Linformer has a linear complexity thanks to a constant dimension of the keys and values because they are projected in a fixed lower dimension. Whereas this does not fix the dimension of the sequence, it only reorders the computation. The reordering can only be made with conditions that need the kernel thing.

@baqirhusain5652 2 жыл бұрын

The complexity works well when N > D^2. So the paper is saying if dimensionality is 512 my sequence length should be greater than 512^2 = 262144. Is this really practical !!!!!!!!!!!!!!!!!!!!!!!!!!!!!!!!!!!!!

@seraphim9723 4 жыл бұрын

Wait a second: Figure 5c is showing PER over wall-clock time, and despite the significant speed-up the original softmax transformer is better AND faster (at reaching any given error rate).

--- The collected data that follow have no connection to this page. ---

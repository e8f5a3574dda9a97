/**
 * Weighting over the tuning tolerance of a set that is not locked to the station.
 *
 * Source: own model: the worst that the tuning tolerance allows.
 *
 * @module radio/hearing/weighting-table
 */
import type { Weighting } from './weighting.ts';

/** Grid of the tolerance, hertz. */
const STEP_HZ = 100;
/** Rounding errors in a beat must not move it off the grid; steps. */
const SLACK = 1e-9;

/**
 * Remembers W0 on the grid, so that tables of different tolerance compute each value once.
 *
 * @param weighting W0 against the beat in hertz.
 * @returns W0 against the grid step, a whole number from 0.
 *
 * @example
 *   weightingGrid((hz) => -hz)(3); // -300
 */
export function weightingGrid(weighting: Weighting): (step: number) => number {
  const known: number[] = [];
  return (step) => {
    const value = known[step];
    if (value !== undefined) return value;
    return (known[step] = weighting(step * STEP_HZ));
  };
}

/**
 * W(b): the largest W0 over the multiples of 100 Hz within +-tolerance of b (none within: the
 * nearest, half up), a negative distance taken positive.
 *
 * The largest of every window that can occur is kept, so a
 * look-up costs the same however wide the tolerance is.
 */
export class WeightingTable {
  /** Grid step at which the first kept window begins. */
  private readonly first: number;
  /** Windows begin at every step; they hold `steps` values or one more. */
  private readonly steps: number;
  private readonly largest: Float64Array;
  private readonly largestOfOneMore: Float64Array;
  private readonly tolerance: number;
  /** The largest weighting of all, decibels. */
  readonly greatestDb: number;

  /**
   * @param grid W0 against the grid step.
   * @param toleranceHz How far a listener may sit off the centre, hertz, from 0.
   * @param maxBeatHz Largest beat that will be asked for, hertz.
   * @throws {RangeError} If the tolerance is negative.
   */
  constructor(grid: (step: number) => number, toleranceHz: number, maxBeatHz: number) {
    if (!(toleranceHz >= 0)) throw new RangeError(`toleranceHz must be 0 or more: ${toleranceHz}`);
    this.tolerance = toleranceHz / STEP_HZ;
    this.steps = Math.max(1, Math.floor(2 * this.tolerance + SLACK));
    this.first = -Math.ceil(this.tolerance) - 1;
    const last = Math.ceil(maxBeatHz / STEP_HZ) + 1;
    const values = Float64Array.from(
      { length: Math.max(-this.first, last + this.steps) + 1 },
      (_, step) => grid(step),
    );
    this.greatestDb = values.reduce((largest, value) => Math.max(largest, value), -Infinity);
    this.largest = slidingMaxima(values, this.first, last, this.steps);
    this.largestOfOneMore = slidingMaxima(values, this.first, last, this.steps + 1);
  }

  /**
   * The weighting at a beat.
   *
   * @param beatHz Distance from the centre, hertz, 0 to the largest asked for.
   * @returns W, decibels.
   */
  at(beatHz: number): number {
    const beat = beatHz / STEP_HZ;
    let low = Math.ceil(beat - this.tolerance - SLACK);
    let high = Math.floor(beat + this.tolerance + SLACK);
    if (low > high) low = high = Math.floor(beat + 0.5);
    const windows = high - low < this.steps ? this.largest : this.largestOfOneMore;
    return windows[low - this.first] ?? NaN;
  }
}

/** Largest of `count` values from every step on; steps below 0 mirror those above. */
function slidingMaxima(
  values: Float64Array,
  first: number,
  last: number,
  count: number,
): Float64Array {
  const maxima = new Float64Array(last - first + 1);
  for (let low = first; low <= last; low++) {
    let largest = -Infinity;
    for (let step = low; step < low + count; step++) {
      largest = Math.max(largest, values[Math.abs(step)] ?? -Infinity);
    }
    maxima[low - first] = largest;
  }
  return maxima;
}
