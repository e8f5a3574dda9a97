import { describe, expect, it } from 'vitest';

import { assumedWantedField, protectionRatio, tuningTolerance } from './service-figures.ts';

const broadcast = { service: 'broadcast', assumedWantedDb: null } as const;

describe('assumedWantedField', () => {
  it.each([
    [1, 299_999, 66],
    [1, 300_000, 60],
    [3, 1_799_999, 60],
    [2, 1_000_000, 54],
    [2, 1_800_000, 40],
  ] as const)('in Region %i on %i Hz broadcast is %i dB', (region, hz, db) => {
    expect(assumedWantedField(broadcast, region, hz)).toBe(db);
  });

  it('is by service elsewhere, and what the user says before all', () => {
    const of = (service: 'beacon' | 'marine' | 'telegraphy'): number =>
      assumedWantedField({ service, assumedWantedDb: null }, 1, 500_000);

    expect([of('beacon'), of('marine'), of('telegraphy')]).toEqual([37, 28, 20]);
    expect(assumedWantedField({ service: 'marine', assumedWantedDb: 45 }, 1, 1e6)).toBe(45);
  });
});

describe('protectionRatio', () => {
  it('is by service, and for broadcast by Region', () => {
    expect(([1, 2, 3] as const).map((region) => protectionRatio('broadcast', region))).toEqual([
      30, 26, 30,
    ]);
    expect(protectionRatio('marine', 2)).toBe(17);
    expect(protectionRatio('beacon', 2)).toBe(15);
    expect(protectionRatio('telegraphy', 1)).toBe(15);
  });
});

describe('tuningTolerance', () => {
  it('widens with frequency unless the user sets it', () => {
    const free = { tuningToleranceHz: null };

    expect([1_999_999, 2_000_000, 10_000_000].map((hz) => tuningTolerance(free, hz))).toEqual([
      1_000, 2_000, 4_000,
    ]);
    expect(tuningTolerance({ tuningToleranceHz: 0 }, 7_000_000)).toBe(0);
  });
});
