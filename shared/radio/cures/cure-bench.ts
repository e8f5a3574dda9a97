/**
 * A receiver judged as it is and as a cure leaves it, over the same stations.
 *
 * Source: own rule; judged as in `judgeCandidates`.
 *
 * @module radio/cures/cure-bench
 */
import type { BandScan } from '../assessment/band-scan.ts';
import { Deficit, type Worst } from '../assessment/deficit.ts';
import type { FieldStrength } from '../propagation/field-strength.ts';
import type { Finding, FindingSink, Orders } from '../assessment/finding.ts';
import { FrontEnd } from '../circuits/front-end.ts';
import { rasterChannels } from '../channels/raster.ts';
import type { Receiver } from '../receiver.ts';
import { bandScans, WeightingTables } from '../assessment/receiver-at-site.ts';
import { ifSelectivity } from '../circuits/selectivity.ts';
import type { Period, Site } from '../site.ts';
import { Spectrum } from '../channels/spectrum.ts';
import type { RasterRange, Station } from '../station.ts';
import { tuningOf } from '../tracking/tuning.ts';

/** What is judged. */
export interface CuresInput extends Orders {
  readonly receiver: Receiver;
  readonly site: Site;
  readonly stations: readonly Station[];
  /** Fields of the stations at the site, for each period that is asked. */
  readonly fields: Readonly<Partial<Record<Period, readonly FieldStrength[]>>>;
  readonly raster: readonly RasterRange[];
  readonly periods: readonly Period[];
}

/** A receiver, designed for its own `ifHz`, and the IF it is aligned to. */
export interface SetUp {
  readonly receiver: Receiver;
  readonly ifHz: number;
}

/** The worst that one station does in one period. */
export interface WorstOfStation {
  readonly period: Period;
  readonly station: number;
  readonly dialHz: number;
  readonly ratioDb: number;
}

/** A set-up, judged. */
export interface JudgedSetUp {
  /** Deficit in the worse period. */
  readonly deficitDb: number;
  readonly worst: readonly WorstOfStation[];
  /** The worst breakthrough of all, with its band; null: none is heard. */
  readonly breakthrough: (Worst & { readonly scan: BandScan }) | null;
  readonly scans: readonly BandScan[];
}

/** Where a loss of wanted signal is felt first. */
export interface WantedChannel {
  /** Place of the band in the receiver. */
  readonly band: number;
  readonly dialHz: number;
}

/** The stations of a site in each period, and the receiver's way of hearing. */
export class CureBench {
  private readonly input: CuresInput;
  private readonly tables: WeightingTables;
  private readonly spectra: ReadonlyMap<Period, Spectrum>;

  constructor(input: CuresInput) {
    const { receiver, site, stations, fields, periods, maxM } = input;
    const selectivity = ifSelectivity(receiver.selectivity, receiver.ifHz);
    this.input = input;
    this.tables = new WeightingTables(receiver, selectivity, site.ituRegion, maxM);
    this.spectra = new Map(
      periods.map((period) => [period, new Spectrum(stations, fields[period] ?? [])]),
    );
  }

  /** Half the width over which a station on the IF is heard, hertz. */
  get reachHz(): number {
    return this.tables.selectivity.b60Hz / 2;
  }

  /** Judges a set-up in every period. */
  judge({ receiver, ifHz }: SetUp): JudgedSetUp {
    const { site, raster } = this.input;
    let deficitDb = 0;
    let breakthrough: JudgedSetUp['breakthrough'] = null;
    const worst: WorstOfStation[] = [];
    const scans: BandScan[] = [];
    for (const [period, spectrum] of this.spectra) {
      const heard = new Map<number, WorstOfStation>();
      let missing = 0;
      for (const scan of bandScans(receiver, site, raster, spectrum, this.tables)) {
        const sink = new StationRatios(scan, period, heard);
        scan.scan(ifHz, this.input, sink);
        missing += sink.deficit.deficitDb();
        const here = sink.deficit.worst.breakthrough;
        if (here !== null && here.ratioDb < (breakthrough?.ratioDb ?? Infinity)) {
          breakthrough = { ...here, scan };
        }
        scans.push(scan);
      }
      deficitDb = Math.max(deficitDb, missing);
      worst.push(...heard.values());
    }
    return { deficitDb, worst, breakthrough, scans };
  }

  /**
   * The lowest wanted channel of the band on which breakthrough is worst, or of the lowest band:
   * the lowest usable station, else the lowest channel of the raster, else the end of the band.
   */
  lowestWanted({ breakthrough, scans }: JudgedSetUp): WantedChannel {
    const { receiver, raster } = this.input;
    const lows = receiver.bands.map(({ lowHz }) => lowHz);
    const worstBand = breakthrough?.scan.dial.band;
    const found = receiver.bands.findIndex((band) => band === worstBand);
    const index = found >= 0 ? found : lows.indexOf(Math.min(...lows));
    const { lowHz = NaN, highHz = NaN } = receiver.bands[index] ?? {};
    const usable = scans
      .filter((_, place) => place % lows.length === index)
      .flatMap(({ dial }) => Array.from(dial.usableRows, (row) => dial.hz[row] ?? Infinity));
    const lowest = usable.reduce((least, hz) => Math.min(least, hz), Infinity);
    const [channel = lowHz] = rasterChannels(raster, lowHz, highHz);
    return { band: index, dialHz: Number.isFinite(lowest) ? lowest : channel };
  }
}

/**
 * Loss of a wanted station between aerial and mixer: circuits that stand beside it, and what does
 * not follow the dial.
 *
 * @param setUp The receiver and its IF.
 * @param channel The station's channel.
 * @returns Decibels.
 * @throws {RangeError} If the receiver has no such band.
 * @example
 *   wantedLoss({ receiver, ifHz: 560_000 }, { band: 0, dialHz: 600_000 }); // 0: nothing but circuits
 */
export function wantedLoss({ receiver, ifHz }: SetUp, channel: WantedChannel): number {
  const band = receiver.bands[channel.band];
  if (band === undefined) throw new RangeError(`band must be one of ${receiver.bands.length}`);
  const { dialHz } = channel;
  const frontEnd = new FrontEnd(receiver, band);
  const tunedHz = tuningOf(band, receiver.ifHz, ifHz).tuning?.(dialHz) ?? dialHz;
  return frontEnd.circuitsDb(dialHz, tunedHz) + frontEnd.fixedDb(dialHz);
}

/** Keeps the deficit, and the smallest ratio that each station leaves anywhere. */
class StationRatios implements FindingSink {
  readonly takesHidden = false;
  readonly deficit: Deficit;
  private readonly dial: BandScan['dial'];
  private readonly period: Period;
  private readonly heard: Map<number, WorstOfStation>;

  constructor(scan: BandScan, period: Period, heard: Map<number, WorstOfStation>) {
    this.deficit = new Deficit(scan);
    this.dial = scan.dial;
    this.period = period;
    this.heard = heard;
  }

  take(finding: Readonly<Finding>): void {
    this.deficit.take(finding);
    if (finding.heard === 0) return;
    const { n, row, strongest, shiftDb, weightingDb, dialHz } = finding;
    const { spectrum, wantedDb } = this.dial;
    const levelDb = n * (spectrum.fieldDb[strongest] ?? NaN) + shiftDb + weightingDb;
    const ratioDb = (wantedDb[row] ?? NaN) - levelDb;
    if (ratioDb >= (this.heard.get(strongest)?.ratioDb ?? Infinity)) return;
    const station = spectrum.ids[strongest] ?? NaN;
    this.heard.set(strongest, { period: this.period, station, dialHz, ratioDb });
  }
}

@YannicKilcher 4 жыл бұрын

Yes, that's because on this task it seems to be very important to have the quadratic attention

@siyn007 4 жыл бұрын

speed over accuracy for me tbh. Not everyone has Google's resources to run it on 112312412312423 TPUs

@YannicKilcher 4 жыл бұрын

That's a lot of damage. I mean TPUs

@first-thoughtgiver-of-will2456 3 жыл бұрын

If I was rich I'd give you money.

@charudattamanwatkar8340 4 жыл бұрын

Who else saw balls in the thumbnail?

@herp_derpingson 4 жыл бұрын

Now, that I see it. I cannot unsee it.

@dmitrysamoylenko6775 4 жыл бұрын

Now we are all see the message

@joery8290 4 жыл бұрын

I love your videos, but could you try to make them more compact? 50 minutes is a big time investment. I feel like most papers can be explained in high detail in half that time.